Dealing with a stomach virus can leave you feeling drained, weak, and unsure of what to eat. The wrong foods can worsen symptoms, while the right ones can help you recover faster.

Here’s a simple guide to what to eat (and what to avoid) to help your stomach heal and regain strength.

Foods to Eat After a Stomach Virus

1. Start with Bland, Easy-to-Digest Foods

Your stomach is sensitive after a virus, so starting with gentle, low-fiber foods is best. The BRAT diet (Bananas, Rice, Applesauce, and Toast) is a tried-and-true method to ease digestion.

These foods help absorb excess stomach acid and give your digestive system a break.

Other easy-to-digest foods: Plain crackers, oatmeal, boiled potatoes, and white rice.

2. Hydration is Essential

One of the biggest risks of a stomach virus is dehydration. Vomiting and diarrhea strip your body of fluids and essential minerals, so replacing them is key.

Best drinks for hydration:

  • Water (small sips at a time)
  • Coconut water – A natural electrolyte booster without added sugar
  • Pedialyte – Replenishes lost fluids better than sports drinks
  • Herbal teas (like ginger or chamomile) – Soothes nausea and bloating
  • Bone broth – Hydrates while providing protein and minerals

Avoid: Caffeinated drinks, alcohol, soda, and sugary juices—they can irritate your stomach and make dehydration worse.

3. Add Probiotic-Rich Foods to Restore Gut Health

A stomach virus wipes out good bacteria in your gut, which can lead to bloating, indigestion, and weak immunity. Once you’re feeling better, add probiotics to help rebalance your gut.

Best probiotic foods for recovery:

  • Plain yogurt – A great source of good bacteria (opt for unsweetened)
  • Kefir – A drinkable probiotic yogurt with even more benefits
  • Sauerkraut & kimchi – Fermented foods packed with gut-friendly bacteria
  • Miso & kombucha – These fermented options also aid digestion

4. Slowly Reintroduce Protein for Strength

Once your stomach settles, adding lean protein helps rebuild energy. However, greasy, spicy, or heavily seasoned foods can still be harsh on your stomach.

Best protein sources:

  • Boiled or baked chicken (skip the skin and heavy spices)
  • Soft scrambled eggs – Easy to digest and full of nutrients
  • Bone broth – Provides hydration and protein without upsetting the stomach
  • Tofu or well-cooked legumes (if tolerated)
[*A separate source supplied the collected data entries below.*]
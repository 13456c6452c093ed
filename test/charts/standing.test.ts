import * as fc from 'fast-check';
import { describe, expect, test } from 'vitest';
import { smallestDetectable } from '../../src/charts/standing/detectable.ts';
import { historyCount, type RateFrom, simulateHistories } from '../../src/charts/standing/histories.ts';
import type { BlockDesign } from '../../src/charts/standing/lastBlock.ts';
import { standingJudge } from '../../src/charts/standing/standing.ts';
import { CANDIDATE_COVERAGE, startCandidates } from '../../src/charts/standing/startCandidates.ts';
import { AIMED_FALSE_VERDICTS, standingThreshold } from '../../src/charts/standing/threshold.ts';
import { nelsonTests } from '../../src/charts/tests/nelsonTests.ts';
import type { ShiftTest } from '../../src/charts/types.ts';

/* Every figure is simulated again here with seeds of its own: a calibration must hold on histories it has not seen. */

const equal = (size: number, points: number, baselineLast: number): BlockDesign => ({
  accounts: Object.freeze(Array.from({ length: points }, () => size)),
  baselineLast,
  excluded: Object.freeze([]),
});

/** Counts that average so many a point, as evenly as whole numbers can. */
const calmLosses = (each: number, points: number): Int32Array =>
  Int32Array.from({ length: points }, (_, i) => Math.floor((i + 1) * each) - Math.floor(i * each));

/** Share of histories in which `holds`. */
function share(
  design: BlockDesign,
  rates: readonly RateFrom[],
  histories: number,
  seed: number,
  holds: (lost: Int32Array) => boolean,
): number {
  let count = 0;
  simulateHistories(design, rates, histories, seed, (lost) => {
    if (holds(lost)) count++;
  });
  return count / histories;
}

function reads(design: BlockDesign, ratio: number) {
  const judge = standingJudge(design);
  return (lost: ArrayLike<number>): 'above' | 'below' | null => {
    const { above, below } = judge(lost);
    const side = above.score >= below.score ? 'above' : 'below';
    return Math.max(above.score, below.score) > ratio ? side : null;
  };
}

const designs: [string, BlockDesign, number][] = [
  ['n = 85, 57 points, baseline of 25', equal(85, 57, 25), 0.06],
  ['n = 85, 57 points, baseline of 30', equal(85, 57, 30), 0.06],
  ['n = 120, 40 points, baseline of 25', equal(120, 40, 25), 0.06],
  ['trial limits on 20 points', equal(100, 20, 20), 0.06],
  ['trial limits on 28 points', equal(100, 28, 28), 0.06],
  [
    'unequal sizes, 57 points',
    { accounts: Array.from({ length: 57 }, (_, i) => [60, 85, 130, 95, 70][i % 5]!), baselineLast: 25, excluded: [] },
    0.06,
  ],
  ['two baseline points left out', { ...equal(85, 57, 25), excluded: [4, 11] }, 0.06],
  ['small subgroups, n = 20 at 5 %', equal(20, 57, 25), 0.05],
];

describe('the threshold of a standing flag', () => {
  const HISTORIES = 8_000;
  test.each(designs)('with nothing changed, at most 5 in 100 fresh histories read as moved: %s', (_, design, rate) => {
    const { ratio, falseVerdictChance, standardError, histories } = standingThreshold(design, rate);
    expect(falseVerdictChance).toBeLessThanOrEqual(AIMED_FALSE_VERDICTS);
    expect(histories).toBe(historyCount(design.accounts.length));
    expect(standardError).toBeLessThan(0.005);
    const read = reads(design, ratio);
    const moved = share(design, [{ from: 1, rate }], HISTORIES, 4_711, (lost) => read(lost) !== null);
    expect(moved).toBeLessThanOrEqual(0.05);
    // Nor is it so strict that it says less than it might.
    expect(moved).toBeGreaterThan(0.025);
  });

  test('the rate is only estimated, and at most 5 in 100 still read as moved with the threshold of each history’s own rate', () => {
    for (const [, design, rate] of designs.slice(0, 3)) {
      const size = design.accounts[0]!;
      const all = size * design.baselineLast;
      // One threshold for every twelfth possible baseline count: they change slowly.
      const thresholds = new Map<number, number>();
      const judge = standingJudge(design);
      let moved = 0;
      const histories = 4_000;
      simulateHistories(design, [{ from: 1, rate }], histories, 815, (lost) => {
        let inBaseline = 0;
        for (let i = 0; i < design.baselineLast; i++) inBaseline += lost[i]!;
        const near = 12 * Math.round(inBaseline / 12);
        let ratio = thresholds.get(near);
        if (ratio === undefined) {
          ratio = standingThreshold(design, near / all).ratio;
          thresholds.set(near, ratio);
        }
        const { above, below } = judge(lost);
        if (Math.max(above.score, below.score) > ratio) moved++;
      });
      expect(moved / histories).toBeLessThanOrEqual(0.05);
    }
  });

  test('a halving and a rise by 60 %, two thirds of the way, are read right in at least 9 of 10', () => {
    const rate = 0.06;
    for (const baselineLast of [25, 30]) {
      const design = equal(85, 57, baselineLast);
      const read = reads(design, standingThreshold(design, rate).ratio);
      for (const [factor, side] of [
        [0.5, 'below'],
        [1.6, 'above'],
      ] as const) {
        const pieces = [
          { from: 1, rate },
          { from: 39, rate: factor * rate },
        ];
        expect(share(design, pieces, 4_000, 99, (lost) => read(lost) === side)).toBeGreaterThanOrEqual(0.9);
        expect(share(design, pieces, 4_000, 98, (lost) => read(lost) !== null && read(lost) !== side)).toBeLessThan(
          0.005,
        );
      }
    }
  });

  test('is the same again for the same seed, and takes at most a few seconds on the longest charts', () => {
    const design = equal(85, 57, 25);
    expect(standingThreshold(design, 0.06)).toEqual(standingThreshold(design, 0.06));
    const started = performance.now();
    const { ratio } = standingThreshold(equal(100, 3_000, 30), 0.06);
    expect(performance.now() - started).toBeLessThan(5_000);
    expect(ratio).toBeGreaterThan(1);
  });

  test('rates so small that most baselines lose nobody still have a threshold', () => {
    const { ratio, falseVerdictChance } = standingThreshold(equal(5, 40, 25), 0.004);
    expect(ratio).toBeGreaterThan(0);
    expect(falseVerdictChance).toBeLessThanOrEqual(0.05);
  });
});

describe('a standing flag', () => {
  test('needs a shift test on its side inside the block: a drift without a flag scores nothing', () => {
    const lost = [...Array.from({ length: 25 }, (_, i) => (i % 2 === 0 ? 9 : 11)), 12, 9, 12, 9, 12, 12, 9, 12];
    const { above } = standingJudge(equal(100, lost.length, 25))(lost);
    expect(above.block.ratio).toBeGreaterThan(0);
    expect(above.score).toBe(0);
  });

  test('does not count flags inside a baseline that is followed by judged points', () => {
    const lost = [...Array.from({ length: 24 }, (_, i) => (i % 2 === 0 ? 9 : 11)), 60, 10, 10, 10, 10];
    const { above, below } = standingJudge(equal(100, lost.length, 25))(lost);
    expect(above.score).toBe(0);
    expect(below.score).toBe(0);
  });
});

describe('start candidates', () => {
  const moves: [string, BlockDesign, number, number][] = [
    ['a halving 19 points ago', equal(85, 57, 25), 39, 0.5],
    ['a rise by 60 % 19 points ago', equal(85, 57, 25), 39, 1.6],
    ['a rise by 60 % 7 points ago', equal(85, 57, 25), 51, 1.6],
    ['a rise by 30 % 19 points ago', equal(85, 57, 25), 39, 1.3],
    ['a halving on a short chart', equal(120, 40, 25), 28, 0.5],
    ['a rise by 60 % that began inside the baseline', equal(85, 57, 25), 20, 1.6],
    ['a fall by 60 % on trial limits', equal(100, 20, 20), 13, 0.4],
  ];
  test.each(moves)('hold the true start as often as they claim, of %s, once it is read', (_, design, from, factor) => {
    const rate = 0.06;
    const side = factor > 1 ? 'above' : 'below';
    const read = reads(design, standingThreshold(design, rate).ratio);
    let moved = 0;
    let inside = 0;
    simulateHistories(
      design,
      [
        { from: 1, rate },
        { from, rate: factor * rate },
      ],
      600,
      31,
      (lost) => {
        if (moved >= 200 || read(lost) !== side) return;
        moved++;
        const found = startCandidates(design, lost, side);
        expect(found.coverage).toBe(CANDIDATE_COVERAGE);
        if (found.candidates[0] <= from && from <= found.candidates[1]) inside++;
      },
    );
    expect(moved).toBeGreaterThan(150);
    const error = Math.sqrt((CANDIDATE_COVERAGE * (1 - CANDIDATE_COVERAGE)) / moved);
    expect(inside / moved).toBeGreaterThan(CANDIDATE_COVERAGE - 3 * error);
  });
});

test('a flag stands in a block where the tests on the whole chart say that one of them holds', () => {
  const size = fc.constantFrom(30, 85);
  const chart = fc.record({
    size,
    last: fc.integer({ min: 5, max: 30 }),
    tests: fc.subarray<ShiftTest>([1, 2, 3, 5, 6], { minLength: 1 }),
    lost: fc.array(fc.oneof(fc.integer({ min: 0, max: 12 }), fc.integer({ min: 3, max: 7 })), {
      minLength: 30,
      maxLength: 45,
    }),
  });
  fc.assert(
    fc.property(chart, ({ size: n, last, tests, lost }) => {
      const design = { ...equal(n, lost.length, last), tests };
      const used = lost.slice(0, last);
      const center = used.reduce((sum, d) => sum + d, 0) / (n * last);
      fc.pre(center > 0);
      const sigma = Math.sqrt((center * (1 - center)) / n);
      const from = last >= lost.length ? 1 : last + 1;
      const standing = standingJudge(design)(lost);
      const episodes = nelsonTests(lost.map((d) => ({ value: d / n, center, sigma })));
      for (const side of ['above', 'below'] as const) {
        const { block, score } = standing[side];
        const flagged = episodes.some(
          (one) =>
            (tests as readonly number[]).includes(one.test) &&
            one.side === side &&
            one.until >= Math.max(from, block.first),
        );
        expect(score > 0).toBe(flagged && block.ratio > 0);
      }
    }),
    { numRuns: 500, seed: 46 },
  );
});

describe('the smallest move that would have been seen', () => {
  test.each([
    ['n = 85, 57 points', equal(85, 57, 25), 26],
    ['n = 120, 40 points', equal(120, 40, 25), 26],
    ['trial limits on 28 points', equal(100, 28, 28), 19],
  ] as const)(
    'is seen in about 80 of 100 fresh continuations of the chart, and one half as large in far fewer: %s',
    (_, design, from) => {
      const rate = 0.06;
      const { ratio } = standingThreshold(design, rate);
      // A chart whose points so far have given just this level.
      const before = calmLosses(design.accounts[0]! * rate, from - 1);
      const found = smallestDetectable(design, before, rate, from, ratio, 0.8);
      expect(found.chance).toBe(0.8);
      const judge = standingJudge(design);
      for (const [moved, side] of [
        [found.rise!, 'above'],
        [found.fall!, 'below'],
      ] as const) {
        const seen = (to: number): number =>
          share(
            design,
            [
              { from: 1, rate },
              { from, rate: to },
            ],
            4_000,
            271,
            (lost) => {
              lost.set(before.slice(0, from - 1));
              return judge(lost)[side].score > ratio;
            },
          );
        expect(Math.abs(seen(moved) - 0.8)).toBeLessThan(0.04);
        expect(seen((moved + rate) / 2)).toBeLessThan(0.6);
      }
    },
  );

  test('is none where even the greatest move would not be seen', () => {
    // One judged point of two accounts cannot be far from anything.
    const design = { accounts: [...Array.from({ length: 25 }, () => 20), 2], baselineLast: 25, excluded: [] };
    expect(smallestDetectable(design, calmLosses(10, 25), 0.5, 26, 6, 0.8)).toEqual({
      rise: null,
      fall: null,
      chance: 0.8,
    });
  });
});
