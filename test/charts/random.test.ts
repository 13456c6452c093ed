import binomialCdf from '@stdlib/stats-base-dists-binomial-cdf';
import * as fc from 'fast-check';
import { describe, expect, test } from 'vitest';
import { binomialSampler } from '../../src/charts/random/binomialSampler.ts';
import { seededUniform } from '../../src/charts/random/uniform.ts';

const rate = fc.double({ min: 1e-4, max: 1 - 1e-4, noNaN: true });
const size = fc.integer({ min: 1, max: 5_000 });
const cell = fc.integer({ min: 0, max: 4294967295 }).map((k) => (k + 0.5) / 4294967296);

describe('uniform numbers', () => {
  test('the same seed gives the same numbers, another seed others, never 0 or 1', () => {
    const take = (seed: number): number[] => Array.from({ length: 100 }, seededUniform(seed));
    expect(take(5)).toEqual(take(5));
    expect(take(5)).not.toEqual(take(6));
    for (const u of [...take(0), ...take(-1)]) expect(u > 0 && u < 1).toBe(true);
  });

  // The numbers of small seeds once all began close to 1, 1 and then 0 or 1.
  test('the first numbers of neighbouring seeds are spread evenly and have nothing to do with each other', () => {
    const seeds = 2_000;
    for (let place = 0; place < 6; place++) {
      const numbers = Array.from({ length: seeds }, (_, seed) => {
        const uniform = seededUniform(seed);
        for (let i = 0; i < place; i++) uniform();
        return uniform();
      });
      const tenths = new Array<number>(10).fill(0);
      for (const u of numbers) tenths[Math.floor(10 * u)]!++;
      const chiSquare = tenths.reduce((sum, count) => sum + (count - seeds / 10) ** 2 / (seeds / 10), 0);
      // 9 degrees of freedom: beyond 33.7 once in ten thousand
      expect(chiSquare, `number ${place + 1}`).toBeLessThan(33.7);
      const neighbours =
        numbers.slice(1).reduce((sum, u, i) => sum + (u - 0.5) * (numbers[i]! - 0.5), 0) * (12 / seeds);
      expect(Math.abs(neighbours)).toBeLessThan(4.5 / Math.sqrt(seeds));
    }
  });
});

describe('binomial quantiles', () => {
  test('the quantile is the first count whose cumulative chance reaches u, by another library’s distribution', () => {
    fc.assert(
      fc.property(size, rate, cell, (n, p, u) => {
        const k = binomialSampler(n, p).quantile(u);
        expect(k).toBeGreaterThanOrEqual(0);
        expect(k).toBeLessThanOrEqual(n);
        expect(binomialCdf(k, n, p)).toBeGreaterThanOrEqual(u - 1e-9);
        if (k > 0) expect(binomialCdf(k - 1, n, p)).toBeLessThanOrEqual(u + 1e-9);
      }),
      { numRuns: 400 },
    );
  });

  test('a higher rate never gives a lower count for the same number, nor a higher number a lower count', () => {
    fc.assert(
      fc.property(size, rate, rate, cell, cell, (n, p, q, u, v) => {
        const low = binomialSampler(n, Math.min(p, q));
        const high = binomialSampler(n, Math.max(p, q));
        expect(high.quantile(u)).toBeGreaterThanOrEqual(low.quantile(u));
        expect(low.quantile(Math.max(u, v))).toBeGreaterThanOrEqual(low.quantile(Math.min(u, v)));
      }),
      { numRuns: 400 },
    );
  });

  test('rates of 0 and 1 give none and all; a size of a billion is still drawn', () => {
    const uniform = seededUniform(1);
    expect(binomialSampler(7, 0).draw(uniform)).toBe(0);
    expect(binomialSampler(7, 1).draw(uniform)).toBe(7);
    const billion = binomialSampler(1e9, 0.06);
    const draws = Array.from({ length: 200 }, () => (billion.draw(uniform) - 6e7) / Math.sqrt(1e9 * 0.06 * 0.94));
    expect(Math.max(...draws.map(Math.abs))).toBeLessThan(5);
    expect(Math.abs(draws.reduce((sum, z) => sum + z, 0) / 200)).toBeLessThan(4 / Math.sqrt(200));
  });

  test('draws have the binomial mean and variance', () => {
    const draws = 40_000;
    for (const [n, p] of [
      [85, 0.06],
      [40, 0.5],
      [300, 0.97],
    ] as const) {
      const sampler = binomialSampler(n, p);
      const uniform = seededUniform(8);
      const values = Array.from({ length: draws }, () => sampler.draw(uniform));
      const mean = values.reduce((sum, x) => sum + x, 0) / draws;
      const variance = values.reduce((sum, x) => sum + (x - mean) ** 2, 0) / draws;
      expect(Math.abs(mean - n * p)).toBeLessThan(4 * Math.sqrt((n * p * (1 - p)) / draws));
      expect(Math.abs(variance / (n * p * (1 - p)) - 1)).toBeLessThan(0.04);
    }
  });
});
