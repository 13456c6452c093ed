import * as fc from 'fast-check';
import { describe, expect, test } from 'vitest';
import { ewmaChart, USUAL_SMOOTHING } from '../../src/charts/kinds/ewmaChart.ts';
import { binomialSampler } from '../../src/charts/random/binomialSampler.ts';
import { seededUniform } from '../../src/charts/random/uniform.ts';
import { ewmaRunLength } from '../../src/charts/runLength/ewmaRunLength.ts';
import { smoothedRunLength } from '../../src/charts/runLength/smoothedRunLength.ts';
import { lastBlockFinder } from '../../src/charts/standing/lastBlock.ts';
import { standingJudge } from '../../src/charts/standing/standing.ts';
import { standingThreshold } from '../../src/charts/standing/threshold.ts';
import { smoothedFlags } from '../../src/charts/tests/smoothedFlags.ts';
import { chartAndJudge } from '../../src/verdict/chartAndJudge.ts';
import { frozen, history } from './arbitraries.ts';

const { width } = USUAL_SMOOTHING;

/** The judge put together from the chart itself, its flags and the block: another way to the same. */
function byTheChart(accounts: readonly number[], baselineLast: number, lost: ArrayLike<number>) {
  const counts = accounts.map((n, i) => ({ accounts: n, lost: lost[i]! }));
  const chart = ewmaChart(counts, { baselineLast });
  const judgedFrom = baselineLast >= accounts.length ? 0 : baselineLast;
  const flags = smoothedFlags(chart.points, chart.center, width).filter(({ until }) => until > judgedFrom);
  const blocks = lastBlockFinder({ accounts, baselineLast, excluded: [] })(lost);
  const score = (side: 'above' | 'below') =>
    flags.some((flag) => flag.side === side && flag.until >= blocks[side].first) ? blocks[side].ratio : 0;
  return { above: score('above'), below: score('below') };
}

describe('flags of a smoothed share', () => {
  test('are the points beyond their limits, in stretches', () => {
    fc.assert(
      fc.property(history(2), (counts) => {
        const { points, center } = ewmaChart(counts);
        const flags = smoothedFlags(points, center, width);
        const flagged = flags.flatMap(({ point, until, side }) =>
          Array.from({ length: until - point + 1 }, (_, i) => [point + i, side] as const),
        );
        for (const point of points) {
          const side = flagged.find(([index]) => index === point.index)?.[1];
          if (point.value > point.upper + 1e-12) expect(side).toBe('above');
          else if (point.value < point.lower - 1e-12) expect(side).toBe('below');
          else if (Math.min(point.upper - point.value, point.value - point.lower) > 1e-12) expect(side).toBeUndefined();
        }
      }),
    );
  });

  test('decide in the standing judge as they do on the chart', () => {
    fc.assert(
      fc.property(history(14), fc.integer({ min: 8, max: 14 }), (counts, baselineLast) => {
        const accounts = counts.map((count) => count.accounts);
        const lost = counts.map((count) => count.lost);
        const level = counts.slice(0, baselineLast);
        const all = level.reduce((sum, count) => sum + count.lost, 0);
        fc.pre(all > 0 && all < level.reduce((sum, count) => sum + count.accounts, 0));
        const standing = standingJudge({ accounts, baselineLast, excluded: [], smoothing: USUAL_SMOOTHING })(lost);
        const plain = byTheChart(accounts, baselineLast, lost);
        expect(standing.above.score).toBeCloseTo(plain.above, 9);
        expect(standing.below.score).toBeCloseTo(plain.below, 9);
      }),
    );
  });
});

describe('the threshold of an EWMA chart', () => {
  test.each([
    [85, 57, 25, 0.06],
    [120, 40, 25, 0.06],
    [50, 28, 28, 0.2],
  ])(
    'of %d accounts a point, %d points, %d for the level, at %d keeps false verdicts to 5 in 100 on fresh histories',
    (n, count, baselineLast, rate) => {
      const accounts = Array.from({ length: count }, () => n);
      const { ratio } = standingThreshold({ accounts, baselineLast, excluded: [], smoothing: USUAL_SMOOTHING }, rate);
      const uniform = seededUniform(4_711);
      const sampler = binomialSampler(n, rate);
      const HISTORIES = 1_500;
      let moved = 0;
      for (let i = 0; i < HISTORIES; i++) {
        const { above, below } = byTheChart(
          accounts,
          baselineLast,
          accounts.map(() => sampler.draw(uniform)),
        );
        if (Math.max(above, below) > ratio) moved++;
      }
      expect(moved / HISTORIES).toBeLessThan(0.05 + 3 * Math.sqrt((0.05 * 0.95) / HISTORIES));
    },
  );
});

describe('the run length of an EWMA chart of lost shares', () => {
  test.each([
    [85, 0.06, 0.06],
    [85, 0.06, 0.09],
    [85, 0.06, 0.03],
    [40, 0.3, 0.36],
  ])('of %d accounts a point, usual level %d, rate %d, agrees with flags on long charts', (n, center, rate) => {
    const found = smoothedRunLength([n], { center, rate, sigmaZ: 1, correlation: 0 }, USUAL_SMOOTHING)!;
    const uniform = seededUniform(99);
    const sampler = binomialSampler(n, rate);
    const sigma = Math.sqrt((center * (1 - center)) / n);
    const lengths = Array.from({ length: 300 }, () => {
      let [z, variance, length] = [center, 0, 0];
      do {
        z = 0.1 * (sampler.draw(uniform) / n) + 0.9 * z;
        variance = 0.01 * sigma ** 2 + 0.81 * variance;
        length++;
      } while (Math.abs(z - center) <= width * Math.sqrt(variance));
      return length;
    });
    const mean = lengths.reduce((sum, length) => sum + length, 0) / lengths.length;
    const error = Math.sqrt(lengths.reduce((sum, length) => sum + (length - mean) ** 2, 0)) / lengths.length;
    expect(Math.abs(found.mean! - mean) / Math.hypot(error, found.standardError!)).toBeLessThan(3.5);
  });

  test('of large subgroups is near to that of normal values, a little shorter as its limits begin narrow', () => {
    const found = smoothedRunLength([4_000], { center: 0.5, rate: 0.5, sigmaZ: 1, correlation: 0 }, USUAL_SMOOTHING)!;
    const old = ewmaRunLength(USUAL_SMOOTHING.lambda, width);
    expect(found.mean! - 3 * found.standardError!).toBeLessThan(old);
    expect(found.mean! + 3 * found.standardError!).toBeGreaterThan(0.85 * old);
  });
});

describe('a verdict from an EWMA chart', () => {
  const series = (rates: readonly number[]) => frozen(rates.map((lost) => ({ accounts: 100, lost })));
  const calm = Array.from({ length: 30 }, (_, i) => [6, 5, 8, 7, 4, 6][i % 6]!);

  test('reads a small lasting rise as risen, and calm points as steady, on its own kind of chart', () => {
    const risen = chartAndJudge({
      counts: series([...calm, ...calm.slice(0, 24).map((lost) => lost + 4)]),
      kind: 'ewma',
    });
    expect(risen.chart.kind).toBe('ewma');
    expect(risen.judgement.finding).toBe('risen');
    expect(risen.judgement.signals.find((signal) => signal.state === 'standing')?.words).toMatch(
      /^the smoothed share .*above/,
    );
    const steady = chartAndJudge({ counts: series([...calm, ...calm]), kind: 'ewma' });
    expect(steady.judgement.finding).toBe('steady');
    expect(steady.judgement.trust).toMatchObject({ method: 'simulated' });
    expect(steady.judgement.trust.falseAlarmEvery).toBeGreaterThan(100);
    expect(steady.judgement.trust.wouldSee?.rise).toBeGreaterThan(0.06);
  });

  test('keeps to a spread wider than chance', () => {
    const wild = Array.from({ length: 45 }, (_, i) => [1, 12, 3, 15, 2, 9, 0, 14, 6][i % 9]!);
    const { chart, judgement } = chartAndJudge({ counts: series(wild), kind: 'ewma' });
    expect(chart.sigmaZ).toBeGreaterThan(1.5);
    expect(judgement.finding).toBe('steady');
  });

  test('says nothing false about nobody lost, everybody lost, or one point', () => {
    for (const counts of [series(Array(20).fill(0)), series(Array(20).fill(100)), series([5])]) {
      const { chart, judgement } = chartAndJudge({ counts, kind: 'ewma' });
      expect(['no-level', 'too-few-points']).toContain(judgement.finding);
      for (const { value, sigma, lower, upper } of chart.points)
        for (const figure of [value, sigma, lower, upper]) expect(Number.isFinite(figure)).toBe(true);
    }
  });
});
Avoid: Fried foods, red meat, and highly processed meats like sausage or bacon.

5. Smoothies for Gentle Nutrition

If solid foods still seem too heavy, a smoothie can be a great way to get nutrients without overwhelming your stomach.

Stomach-friendly smoothie ideas:

  • Blended banana, almond milk, and a spoonful of peanut butter
  • Dairy-free yogurt with blueberries and a drizzle of honey
  • Coconut water with blended mango and a bit of ginger for nausea relief

What to Avoid When Recovering from a Stomach Virus

Caffeine & Alcohol – Dehydrate your body and irritate your stomach
Greasy & Fried Foods – Hard to digest and can cause nausea
Dairy (at first) – Some people temporarily become lactose intolerant after a stomach bug
Spicy & Acidic Foods – Can trigger nausea and stomach pain
High-Fiber Foods (at first) – Raw veggies, nuts, and whole grains can be too rough on your gut

Final Tips for a Faster Recovery

  • Eat small, frequent meals instead of big portions
  • Sip on fluids all day to avoid dehydration
  • Rest! Your body needs time to heal
  • Reintroduce foods slowly—don’t jump back into your normal diet too quickly

By following these tips, you’ll give your stomach the time it needs to recover while making sure your body gets the nutrients it needs to feel better. Stay hydrated, listen to your body, and take it one step at a time.